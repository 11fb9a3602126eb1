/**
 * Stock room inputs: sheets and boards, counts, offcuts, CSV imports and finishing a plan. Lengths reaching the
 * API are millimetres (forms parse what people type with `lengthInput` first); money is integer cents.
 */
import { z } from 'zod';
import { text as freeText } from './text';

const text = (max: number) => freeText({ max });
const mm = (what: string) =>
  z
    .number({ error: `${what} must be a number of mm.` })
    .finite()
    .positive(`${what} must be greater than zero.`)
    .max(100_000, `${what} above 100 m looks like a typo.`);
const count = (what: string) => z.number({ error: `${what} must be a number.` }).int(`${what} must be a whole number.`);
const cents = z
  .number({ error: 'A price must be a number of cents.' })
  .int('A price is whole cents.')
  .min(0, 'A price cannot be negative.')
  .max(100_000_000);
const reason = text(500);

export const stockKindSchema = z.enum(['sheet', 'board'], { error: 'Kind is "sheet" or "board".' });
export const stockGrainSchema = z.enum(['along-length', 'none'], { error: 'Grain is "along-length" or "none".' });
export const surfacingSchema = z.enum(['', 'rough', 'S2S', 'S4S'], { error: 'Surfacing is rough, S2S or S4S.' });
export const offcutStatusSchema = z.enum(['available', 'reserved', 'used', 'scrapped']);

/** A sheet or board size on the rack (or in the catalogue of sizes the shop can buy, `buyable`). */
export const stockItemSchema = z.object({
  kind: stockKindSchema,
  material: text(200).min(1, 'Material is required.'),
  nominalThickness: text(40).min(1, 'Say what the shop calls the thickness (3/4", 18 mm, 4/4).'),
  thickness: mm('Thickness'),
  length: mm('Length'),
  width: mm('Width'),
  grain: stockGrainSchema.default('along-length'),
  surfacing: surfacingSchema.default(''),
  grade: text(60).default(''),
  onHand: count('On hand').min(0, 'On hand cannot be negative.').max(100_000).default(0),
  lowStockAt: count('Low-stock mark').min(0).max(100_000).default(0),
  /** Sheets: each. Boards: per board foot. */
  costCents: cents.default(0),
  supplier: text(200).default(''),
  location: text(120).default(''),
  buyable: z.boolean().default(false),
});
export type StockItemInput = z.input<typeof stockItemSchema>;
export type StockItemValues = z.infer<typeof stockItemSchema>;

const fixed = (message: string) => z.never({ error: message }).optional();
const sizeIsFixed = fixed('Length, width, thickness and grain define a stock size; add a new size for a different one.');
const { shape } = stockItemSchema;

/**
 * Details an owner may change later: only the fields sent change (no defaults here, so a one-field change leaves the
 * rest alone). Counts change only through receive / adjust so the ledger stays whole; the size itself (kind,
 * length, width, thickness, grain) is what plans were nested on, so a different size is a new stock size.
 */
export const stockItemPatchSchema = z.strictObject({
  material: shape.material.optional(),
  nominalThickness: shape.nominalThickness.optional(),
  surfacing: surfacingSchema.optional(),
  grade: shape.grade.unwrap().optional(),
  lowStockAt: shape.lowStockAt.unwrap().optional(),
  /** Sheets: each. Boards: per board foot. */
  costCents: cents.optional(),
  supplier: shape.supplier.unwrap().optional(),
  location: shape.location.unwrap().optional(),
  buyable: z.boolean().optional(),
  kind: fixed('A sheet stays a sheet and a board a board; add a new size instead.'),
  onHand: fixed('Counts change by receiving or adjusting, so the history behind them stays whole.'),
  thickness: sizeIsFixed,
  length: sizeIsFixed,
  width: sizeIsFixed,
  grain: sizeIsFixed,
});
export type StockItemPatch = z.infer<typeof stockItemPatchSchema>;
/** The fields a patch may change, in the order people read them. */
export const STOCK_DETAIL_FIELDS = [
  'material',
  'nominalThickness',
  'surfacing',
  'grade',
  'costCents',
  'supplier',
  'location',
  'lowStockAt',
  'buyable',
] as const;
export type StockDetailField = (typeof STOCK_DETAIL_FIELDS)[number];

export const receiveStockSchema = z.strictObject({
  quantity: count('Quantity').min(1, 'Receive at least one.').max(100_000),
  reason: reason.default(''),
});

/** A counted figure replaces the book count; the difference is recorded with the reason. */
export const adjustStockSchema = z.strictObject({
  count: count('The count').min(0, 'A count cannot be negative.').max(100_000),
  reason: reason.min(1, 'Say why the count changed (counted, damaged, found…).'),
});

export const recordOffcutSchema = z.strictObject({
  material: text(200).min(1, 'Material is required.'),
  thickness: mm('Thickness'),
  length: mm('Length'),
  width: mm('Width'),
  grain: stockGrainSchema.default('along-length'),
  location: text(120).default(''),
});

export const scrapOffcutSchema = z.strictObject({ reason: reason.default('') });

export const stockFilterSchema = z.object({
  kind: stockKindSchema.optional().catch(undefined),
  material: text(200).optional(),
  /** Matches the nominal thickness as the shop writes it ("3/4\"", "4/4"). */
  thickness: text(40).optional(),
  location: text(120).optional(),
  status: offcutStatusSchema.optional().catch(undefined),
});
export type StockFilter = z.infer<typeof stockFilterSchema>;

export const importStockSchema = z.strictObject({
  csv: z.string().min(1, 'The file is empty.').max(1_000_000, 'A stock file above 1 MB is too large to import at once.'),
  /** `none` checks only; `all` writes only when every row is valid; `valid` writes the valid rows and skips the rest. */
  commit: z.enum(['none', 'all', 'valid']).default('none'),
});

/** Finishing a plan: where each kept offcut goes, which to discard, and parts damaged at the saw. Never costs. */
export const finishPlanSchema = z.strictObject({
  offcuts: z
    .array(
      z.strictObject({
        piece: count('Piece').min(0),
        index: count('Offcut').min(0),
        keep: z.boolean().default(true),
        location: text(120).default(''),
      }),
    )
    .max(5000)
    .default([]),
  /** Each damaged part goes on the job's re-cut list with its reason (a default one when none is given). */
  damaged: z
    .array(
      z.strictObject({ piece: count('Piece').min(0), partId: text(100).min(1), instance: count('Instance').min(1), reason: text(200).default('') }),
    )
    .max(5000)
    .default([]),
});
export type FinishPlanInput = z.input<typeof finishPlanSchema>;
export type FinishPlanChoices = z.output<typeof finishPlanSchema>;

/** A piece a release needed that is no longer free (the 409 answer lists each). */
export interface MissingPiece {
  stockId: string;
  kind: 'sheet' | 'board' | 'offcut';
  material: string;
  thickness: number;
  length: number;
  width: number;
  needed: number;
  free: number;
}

==

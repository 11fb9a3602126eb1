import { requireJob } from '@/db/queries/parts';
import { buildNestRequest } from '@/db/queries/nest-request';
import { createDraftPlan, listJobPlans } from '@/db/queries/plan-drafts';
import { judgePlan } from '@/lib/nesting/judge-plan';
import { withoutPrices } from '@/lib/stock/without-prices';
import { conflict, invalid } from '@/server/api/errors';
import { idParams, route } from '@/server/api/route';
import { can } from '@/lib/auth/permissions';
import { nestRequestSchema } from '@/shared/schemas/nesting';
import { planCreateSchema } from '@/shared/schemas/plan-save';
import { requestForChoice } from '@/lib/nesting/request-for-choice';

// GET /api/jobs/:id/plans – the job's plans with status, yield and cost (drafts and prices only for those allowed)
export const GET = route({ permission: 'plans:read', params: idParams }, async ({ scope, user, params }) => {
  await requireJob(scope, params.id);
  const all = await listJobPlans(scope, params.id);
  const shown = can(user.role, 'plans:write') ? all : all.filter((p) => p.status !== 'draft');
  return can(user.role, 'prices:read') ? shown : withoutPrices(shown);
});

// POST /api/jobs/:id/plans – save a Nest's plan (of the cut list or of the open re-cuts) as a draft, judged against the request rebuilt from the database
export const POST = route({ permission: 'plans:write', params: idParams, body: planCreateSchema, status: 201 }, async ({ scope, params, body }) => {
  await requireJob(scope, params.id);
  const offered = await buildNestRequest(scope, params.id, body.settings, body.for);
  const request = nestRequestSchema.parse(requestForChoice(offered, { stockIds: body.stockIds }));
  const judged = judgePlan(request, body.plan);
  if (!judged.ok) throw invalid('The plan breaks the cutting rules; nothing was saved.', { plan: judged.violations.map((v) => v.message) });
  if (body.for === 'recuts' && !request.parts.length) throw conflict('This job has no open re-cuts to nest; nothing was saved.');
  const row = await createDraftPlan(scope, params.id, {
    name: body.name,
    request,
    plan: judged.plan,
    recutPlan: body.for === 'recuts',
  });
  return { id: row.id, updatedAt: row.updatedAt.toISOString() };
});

* * *

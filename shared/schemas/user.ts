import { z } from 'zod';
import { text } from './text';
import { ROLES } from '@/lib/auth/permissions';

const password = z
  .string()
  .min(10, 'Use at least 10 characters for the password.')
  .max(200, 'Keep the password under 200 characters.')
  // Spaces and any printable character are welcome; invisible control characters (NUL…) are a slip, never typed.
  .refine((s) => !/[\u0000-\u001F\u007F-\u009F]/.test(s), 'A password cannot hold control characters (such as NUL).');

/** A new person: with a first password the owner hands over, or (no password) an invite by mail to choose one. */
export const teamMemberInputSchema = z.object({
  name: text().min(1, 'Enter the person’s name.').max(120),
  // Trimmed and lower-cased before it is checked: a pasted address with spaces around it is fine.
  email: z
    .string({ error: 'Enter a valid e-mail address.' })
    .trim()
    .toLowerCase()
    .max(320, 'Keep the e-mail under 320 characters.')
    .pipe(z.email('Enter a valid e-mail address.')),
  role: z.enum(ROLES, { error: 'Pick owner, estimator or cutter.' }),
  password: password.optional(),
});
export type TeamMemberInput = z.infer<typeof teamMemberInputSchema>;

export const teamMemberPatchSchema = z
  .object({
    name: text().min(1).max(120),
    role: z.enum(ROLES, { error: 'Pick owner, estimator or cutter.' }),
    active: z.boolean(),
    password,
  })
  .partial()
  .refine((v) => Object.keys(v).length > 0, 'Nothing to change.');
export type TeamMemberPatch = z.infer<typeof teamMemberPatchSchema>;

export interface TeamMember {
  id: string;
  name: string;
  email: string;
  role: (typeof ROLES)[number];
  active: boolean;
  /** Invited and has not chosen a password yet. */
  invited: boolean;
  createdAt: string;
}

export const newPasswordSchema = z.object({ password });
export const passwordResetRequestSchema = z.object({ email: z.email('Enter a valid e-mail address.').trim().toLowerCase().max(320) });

PROMPT
Go through the records and copy each line with "rest" in it.

REPLY
 * rest alone). Counts change only through receive / adjust so the ledger stays whole; the size itself (kind,
  /** `none` checks only; `all` writes only when every row is valid; `valid` writes the valid rows and skips the rest. */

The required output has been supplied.